Prediction

LDAK includes seven new tools for constructing linear prediction models (polygenic risk scores). If you are analysing individual-level data, LDAK provides implementations of Ridge Regression, Bolt-LMM and BayesR. If you are analysing summary statistics, LDAK provides implementations of Lasso, Ridge Regression, Bolt-LMM and BayesR.

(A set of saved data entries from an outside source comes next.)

/**
 * Ringdown content of the catalogue: a theory-agnostic ringdown-deviation entry, the Johannsen &
 * Psaltis 2011 spacetime, and the ringdown mappings added to the Johannsen 2013 entry. Written in
 * the submission shape (with QNM modes and coupling ranges), published by seeds/ringdown-catalogue.ts.
 *
 * The light-ring (eikonal) shifts are our own first-order derivation for a static metric
 * ds^2 = -A dt^2 + B dr^2 + C dOmega^2, using the correspondence of Cardoso et al. 2009
 * (omega = Omega_c l - i (n + 1/2) |lambda|): d/dr(A/C) = 0 at the light ring r_c,
 * Omega_c = sqrt(A/C), lambda^2 = -C (A/C)'' / (2 B). They are rough at l = 2.
 */
import type { MappingKind, ReferenceInput, TheoryEntryInput } from "../../common/catalogue.ts";

type MappingInput = TheoryEntryInput["mappings"][number];

const MODE_220 = { l: 2, m: 2, n: 0 };

export const RINGDOWN_REFS = {
  bertiCardosoWill2006: {
    key: "berti-cardoso-will-2006",
    arxiv: "gr-qc/0512160",
    doi: "10.1103/PhysRevD.73.064030",
    authors: ["E. Berti", "V. Cardoso", "C. M. Will"],
    title: "On gravitational-wave spectroscopy of massive black holes with the space interferometer LISA",
    year: 2006,
    journal: "Phys. Rev. D 73, 064030",
    locator: "Table VIII (Kerr QNM fits)",
  },
  cardoso2009: {
    key: "cardoso-et-al-2009",
    arxiv: "0812.1806",
    doi: "10.1103/PhysRevD.79.064016",
    authors: ["V. Cardoso", "A. S. Miranda", "E. Berti", "H. Witek", "V. T. Zanchin"],
    title: "Geodesic stability, Lyapunov exponents and quasinormal modes",
    year: 2009,
    journal: "Phys. Rev. D 79, 064016",
    locator: "eikonal QNMs from the light ring: ω = Ω_c l - i (n + 1/2) |λ|",
    details_from_memory: true,
  },
  gossan2012: {
    key: "gossan-veitch-sathyaprakash-2012",
    arxiv: "1111.5819",
    authors: ["S. Gossan", "J. Veitch", "B. S. Sathyaprakash"],
    title: "Bayesian model selection for testing the no-hair theorem with black hole ringdowns",
    year: 2012,
    journal: "Phys. Rev. D 85, 124056",
    note: "Fractional shifts of the QNM frequencies and damping times as free parameters.",
    details_from_memory: true,
  },
  ghosh2016: {
    key: "ghosh-et-al-2016",
    arxiv: "1602.02453",
    authors: ["A. Ghosh", "A. Ghosh", "N. K. Johnson-McDaniel", "C. K. Mishra", "P. Ajith", "W. Del Pozzo", "D. A. Nichols", "Y. Chen", "A. B. Nielsen", "C. P. L. Berry", "L. London"],
    title: "Testing general relativity using golden black-hole binaries",
    year: 2016,
    journal: "Phys. Rev. D 94, 021101",
    note: "Deviation variables of the remnant's mass and spin between the inspiral and merger-ringdown estimates.",
    details_from_memory: true,
  },
  johannsenPsaltis2011: {
    key: "johannsen-psaltis-2011",
    authors: ["T. Johannsen", "D. Psaltis"],
    title: "Metric for rapidly spinning black holes suitable for strong-field tests of the no-hair theorem",
    year: 2011,
    journal: "Phys. Rev. D 83, 124015",
    details_from_memory: true,
  },
} satisfies Record<string, ReferenceInput>;

const NAMING_TRAP =
  "Naming trap: two metrics call a parameter ε₃. In Johannsen 2013 (the 'johannsen' entry) ε₃ enters Σ and cancels from A/C and C/B, so it leaves the eikonal spectrum unchanged at first order; in Johannsen & Psaltis 2011 (the 'johannsen-psaltis' entry) ε₃ multiplies g_tt and g_rr and shifts Ω_c by +ε₃/54. Bounds on the two are not interchangeable.";

const ringdownMapping = (kind: MappingKind, coupling: string, expression: string, latex: string, extra: Partial<MappingInput>): MappingInput => ({
  kind,
  mode: MODE_220,
  coupling,
  expression,
  latex,
  ...extra,
});

/** A bound on a fractional QNM shift is itself the parameter: the translator's identity, and the generic input of the coupling-exclusion method. */
export const ringdownDeviation: TheoryEntryInput = {
  slug: "ringdown-deviation",
  name: "Parameterised ringdown deviation, (2,2,0) mode (theory-agnostic)",
  kind: "theory",
  family: "other",
  summary:
    "The fractional shifts of the (2,2,0) quasinormal-mode frequency and damping time away from their Kerr values at the remnant's mass and spin, f = f_Kerr (1 + δf̂₂₂₀), τ = τ_Kerr (1 + δτ̂₂₂₀). Not a theory: the entry lets a ringdown bound be shown beside the theories, and lets the consistency page ask which shift a test would exclude.",
  assumptions: [
    "shifts defined at the true remnant mass and spin (a GR template fitted to a shifted mode infers a different remnant)",
    "small shifts: a mode far from Kerr is no longer a perturbed Kerr mode",
  ],
  couplings: [
    { symbol: "dfreq220", latex: "\\delta\\hat f_{220}", dimension: 0, unit: "1", range: "any_sign", gr_value: "zero", description: "fractional frequency shift of the (2,2,0) mode" },
    { symbol: "dtau220", latex: "\\delta\\hat\\tau_{220}", dimension: 0, unit: "1", range: "any_sign", gr_value: "zero", description: "fractional damping-time shift of the (2,2,0) mode" },
  ],
  mappings: [
    ringdownMapping("ringdown_frequency", "dfreq220", "dfreq220", "\\delta f/f = \\delta\\hat f_{220}", {
      held_fixed: { dtau220: 0 },
      validity: [{ expression: "abs(dfreq220)", max: 0.5, label: "shift small against the Kerr frequency", kind: "rule_of_thumb", reference: "project choice" }],
      source_status: "confirmed",
      references: ["gossan-veitch-sathyaprakash-2012", "berti-cardoso-will-2006"],
      notes: "Identity mapping: the coupling is the shift.",
    }),
    ringdownMapping("ringdown_damping", "dtau220", "dtau220", "\\delta\\tau/\\tau = \\delta\\hat\\tau_{220}", {
      held_fixed: { dfreq220: 0 },
      validity: [{ expression: "abs(dtau220)", max: 0.5, label: "shift small against the Kerr damping time", kind: "rule_of_thumb", reference: "project choice" }],
      source_status: "confirmed",
      references: ["gossan-veitch-sathyaprakash-2012", "berti-cardoso-will-2006"],
      notes: "Identity mapping: the coupling is the shift.",
    }),
  ],
  references: [RINGDOWN_REFS.gossan2012, RINGDOWN_REFS.bertiCardosoWill2006],
  needs_source_confirmation: true,
};

/**
 * The remnant counterpart of ringdown-deviation: a theory's shift of the true remnant's mass and spin,
 * as free parameters. With it the consistency page can ask which remnant shift a test would exclude,
 * and a theory's remnant mappings have a theory-agnostic reference point.
 */
export const remnantDeviation: TheoryEntryInput = {
  slug: "remnant-deviation",
  name: "Parameterised remnant deviation (theory-agnostic)",
  kind: "theory",
  family: "other",
  summary:
    "Fractional shifts of the remnant black hole's mass and spin away from the values general relativity predicts for the same binary, M_f = M_f,GR (1 + δM̂_f), χ_f = χ_f,GR (1 + δχ̂_f). Not a theory: the entry lets the consistency page ask which remnant shift an inspiral-merger-ringdown test would exclude.",
  assumptions: [
    "the remnant is still a Kerr black hole (its modes are Kerr modes at the shifted mass and spin)",
    "small shifts, read against the GR remnant fits for the same binary",
  ],
  couplings: [
    { symbol: "dMf_rem", latex: "\\delta\\hat M_f", dimension: 0, unit: "1", range: "any_sign", gr_value: "zero", description: "fractional shift of the remnant mass" },
    { symbol: "dchif_rem", latex: "\\delta\\hat\\chi_f", dimension: 0, unit: "1", range: "any_sign", gr_value: "zero", description: "fractional shift of the remnant spin" },
  ],
  mappings: [
    {
      kind: "remnant_mass",
      coupling: "dMf_rem",
      expression: "dMf_rem",
      latex: "\\delta M_f/M_f = \\delta\\hat M_f",
      held_fixed: { dchif_rem: 0 },
      validity: [{ expression: "abs(dMf_rem)", max: 0.3, label: "shift small against the remnant mass", kind: "rule_of_thumb", reference: "project choice" }],
      source_status: "confirmed",
      references: ["ghosh-et-al-2016"],
      notes: "Identity mapping: the coupling is the shift.",
    },
    {
      kind: "remnant_spin",
      coupling: "dchif_rem",
      expression: "dchif_rem",
      latex: "\\delta\\chi_f/\\chi_f = \\delta\\hat\\chi_f",
      held_fixed: { dMf_rem: 0 },
      validity: [{ expression: "abs(dchif_rem)", max: 0.3, label: "shift small against the remnant spin", kind: "rule_of_thumb", reference: "project choice" }],
      source_status: "confirmed",
      references: ["ghosh-et-al-2016"],
      notes: "Identity mapping: the coupling is the shift.",
    },
  ],
  references: [RINGDOWN_REFS.ghosh2016],
  needs_source_confirmation: true,
};

export const johannsenPsaltis: TheoryEntryInput = {
  slug: "johannsen-psaltis",
  name: "Johannsen-Psaltis parameterized black-hole spacetime (static, leading order)",
  kind: "parameterized_spacetime",
  family: "parameterized-black-hole",
  summary:
    "A Kerr-like metric deformed by h = ε₃ M³ r/Σ², which multiplies g_tt and g_rr only. In the static limit -g_tt = (1 - 2M/r)(1 + ε₃ M³/r³), g_rr = (1 + ε₃ M³/r³)/(1 - 2M/r). " +
    NAMING_TRAP,
  metric_latex: "-g_{tt} = \\left(1 - \\frac{2M}{r}\\right)\\left(1 + \\epsilon_3 \\frac{M^3}{r^3}\\right),\\quad g_{rr} = \\frac{1 + \\epsilon_3 M^3/r^3}{1 - 2M/r}",
  assumptions: [
    "static (non-spinning) limit, leading order in ε₃",
    "the same ε₃ for both bodies and the remnant",
    "inspiral: test-body binding energy and quadrupole flux with the modified Kepler law",
    "ringdown: eikonal (light-ring) estimate, rough at l = 2; a deformed metric without field equations has no unique perturbation equation",
    "metric functions as written are from memory",
  ],
  couplings: [{ symbol: "eps3", latex: "\\epsilon_3^{\\rm JP}", dimension: 0, unit: "1", range: "any_sign", gr_value: "zero", quoted: { form: "identity", symbol: "eps3", latex: "\\epsilon_3^{\\rm JP}", unit: "1" } }],
  mappings: [
    {
      kind: "inspiral_phase",
      pn_order: 2,
      b: -1,
      coupling: "eps3",
      expression: "(75/64)*eps3*eta^(-4/5)",
      latex: "\\beta = \\frac{75}{64}\\,\\epsilon_3\\,\\eta^{-4/5}",
      derivation: {
        kind: "energy_flux",
        order: 2,
        A: "eps3",
        B: "-2*eps3",
        note: "test-body binding energy E = E_GR [1 + ε₃ v⁴] and quadrupole flux with the modified Kepler law F = F_GR [1 - 2ε₃ v⁴] (our own derivation); the engine re-derives β",
      },
      body_rules: [{ kind: "derived_for", description: "a deformed black-hole metric", bodies: ["bh"] }],
      validity: [{ expression: "abs(eps3)", max: 1, label: "small deformation: |ε₃| below 1", kind: "rule_of_thumb", reference: "project choice" }],
      source_status: "derived",
      references: ["johannsen-psaltis-2011"],
      notes: "Our own derivation: E_b = -(1/2) μ v² [1 + ... + ε₃ v⁴], F = F_N [1 - 2ε₃ v⁴], giving a 2PN (b = -1) term.",
    },
    ringdownMapping("ringdown_frequency", "eps3", "eps3/54", "\\delta f_{220}/f_{220} \\approx \\epsilon_3/54", {
      validity: [{ expression: "abs(eps3)", max: 1, label: "small deformation: |ε₃| below 1", kind: "rule_of_thumb", reference: "project choice" }],
      source_status: "derived",
      references: ["cardoso-et-al-2009", "johannsen-psaltis-2011"],
      locator: "light ring r_c = 3M - ε₃ M/18, Ω_c shifted by +ε₃/54, Lyapunov exponent unchanged (our own derivation)",
      notes: "Eikonal estimate at first order: the damping time is unchanged at this order (no damping mapping). " + NAMING_TRAP,
    }),
  ],
  references: [RINGDOWN_REFS.johannsenPsaltis2011, RINGDOWN_REFS.cardoso2009],
  needs_source_confirmation: true,
};

/** Ringdown mappings added to the Johannsen 2013 entry (its inspiral mappings stay as published). */
export const johannsenRingdownMappings: MappingInput[] = [
  ringdownMapping("ringdown_frequency", "alpha13", "-alpha13/27", "\\delta f_{220}/f_{220} \\approx -\\alpha_{13}/27", {
    held_fixed: { eps3: 0 },
    validity: [{ expression: "abs(alpha13)", max: 1, label: "small deformation: |α₁₃| below 1", kind: "rule_of_thumb", reference: "project choice" }],
    source_status: "derived",
    references: ["cardoso-et-al-2009"],
    locator: "light ring r_c = 3M + α₁₃ M/9, Ω_c shifted by -α₁₃/27 (our own derivation)",
    notes: "Eikonal estimate at first order, α₅₂ = 0. " + NAMING_TRAP,
  }),
  ringdownMapping("ringdown_damping", "alpha13", "alpha13/27", "\\delta\\tau_{220}/\\tau_{220} \\approx \\alpha_{13}/27", {
    held_fixed: { eps3: 0 },
    validity: [{ expression: "abs(alpha13)", max: 1, label: "small deformation: |α₁₃| below 1", kind: "rule_of_thumb", reference: "project choice" }],
    source_status: "derived",
    references: ["cardoso-et-al-2009"],
    locator: "Lyapunov exponent shifted by -α₁₃/27 - α₅₂/18; τ ~ 1/λ (our own derivation)",
    notes: "Eikonal estimate at first order with α₅₂ = 0 (α₅₂ would add +α₅₂/18). " + NAMING_TRAP,
  }),
];

const EDGB_RINGDOWN_NOTE =
  "Eikonal (light-ring) estimate for a non-rotating remnant, our own first-order computation from the small-coupling static EdGB metric of Yunes & Stein 2011 " +
  "(-g_tt = f (1 + h), g_rr = (1 + k)/f, f = 1 - 2M/r; h = ζ/(3f) (M/r)³ [1 + 26 M/r + 66/5 (M/r)² + 96/5 (M/r)³ - 80 (M/r)⁴], " +
  "k = -ζ/f (M/r)² [1 + M/r + 52/3 (M/r)² + 2 (M/r)³ + 16/5 (M/r)⁴ - 368/3 (M/r)⁵]), with ζ = 16π α²/M⁴ at the remnant. " +
  "The metric coefficients are recalled from memory (source to be confirmed). Published QNM computations (Blazquez-Salcedo et al. 2016, Phys. Rev. D 94, 104024) " +
  "were not transcribed: their fits should replace this estimate once confirmed. Axial modes follow the light ring in EdGB at this order (Bryant et al. 2021, as we read its abstract); polar modes mix with the scalar.";

/**
 * Ringdown mappings added to the EdGB entry: Omega_c shifts by h(3M)/2 = (4397/21870) zeta_f (derived in
 * closed form from h above); the Lyapunov exponent by -0.0843 zeta_f (numerical light-ring computation of
 * the metric above; tests/api/convert-ringdown.test.ts repeats it), so tau by +0.0843 zeta_f.
 */
export const edgbRingdownMappings: MappingInput[] = [
  ringdownMapping("ringdown_frequency", "alpha", "(4397/21870)*16*pi*alpha^2/M_f^4", "\\delta f_{220}/f_{220} \\approx \\frac{4397}{21870}\\,\\zeta_f,\\ \\zeta_f = 16\\pi\\alpha^2/M_f^4", {
    validity: [
      { expression: "16*pi*alpha^2/M_f^4", max: 0.1, label: "small coupling at the remnant: 16π α²/M_f⁴ well below 1", kind: "rule_of_thumb", reference: "project choice" },
      { expression: "chi_f", max: 0.3, label: "non-rotating result: the remnant must spin slowly", kind: "hard", reference: "project choice: the shift was computed for a static black hole" },
    ],
    source_status: "memory",
    references: ["cardoso-et-al-2009"],
    locator: "light ring of the small-coupling static metric: Ω_c shifted by h(3M)/2 (our own derivation)",
    notes: EDGB_RINGDOWN_NOTE,
  }),
  ringdownMapping("ringdown_damping", "alpha", "0.0843*16*pi*alpha^2/M_f^4", "\\delta\\tau_{220}/\\tau_{220} \\approx 0.0843\\,\\zeta_f", {
    validity: [
      { expression: "16*pi*alpha^2/M_f^4", max: 0.1, label: "small coupling at the remnant: 16π α²/M_f⁴ well below 1", kind: "rule_of_thumb", reference: "project choice" },
      { expression: "chi_f", max: 0.3, label: "non-rotating result: the remnant must spin slowly", kind: "hard", reference: "project choice: the shift was computed for a static black hole" },
    ],
    source_status: "memory",
    references: ["cardoso-et-al-2009"],
    locator: "Lyapunov exponent of the small-coupling static metric, computed numerically (our own computation); τ ~ 1/λ",
    notes: EDGB_RINGDOWN_NOTE,
  }),
];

The key advantage of our new tools is that they allow the user to specify the Heritability Model. By contrast, almost all existing prediction tools consider only the GCTA Model (each predictor contributes equal heritability). We show in our recent publication (currently available on Biorxiv), that for 14 complex traits, prediction accuracy ALWAYS improves when we improve the accuracy of the heritability model (e.g., replace the GCTA Model with either the LDAK-Thin or BLD-LDAK Model). On average, we found the increase in R² (squared correlation between observed and predicted phenotypes) was about 10%, equivalent to increasing the sample size by a quarter. Moreover, our implementations that use individual-level data are computationally efficient, making them able to handle biobank-sized data (e.g., genome-wide SNP data for over 200,000 samples).
_ _ _ _ _ _ _ _ _ _ _ _ _ _ _ _ _ _ _ _ _ _ _ _ _ _ _ _ _ _ _ _ _ _ _ _ _ _ _ _ _ _ _ _ _ _ _ _

There are two steps to construct a prediction model. The first is to estimate Per-Predictor Heritabilities. In this step, you must specify the heritability model. The second step is to estimate effect sizes. If you are analysing individual-level data, you should use Ridge-Predict, Bolt-Predict or BayesR-Predict. If you are analysing summary statistics, you should use MegaPRS (this is able to make Lasso, Ridge Regression, Bolt-LMM and BayesR prediction models).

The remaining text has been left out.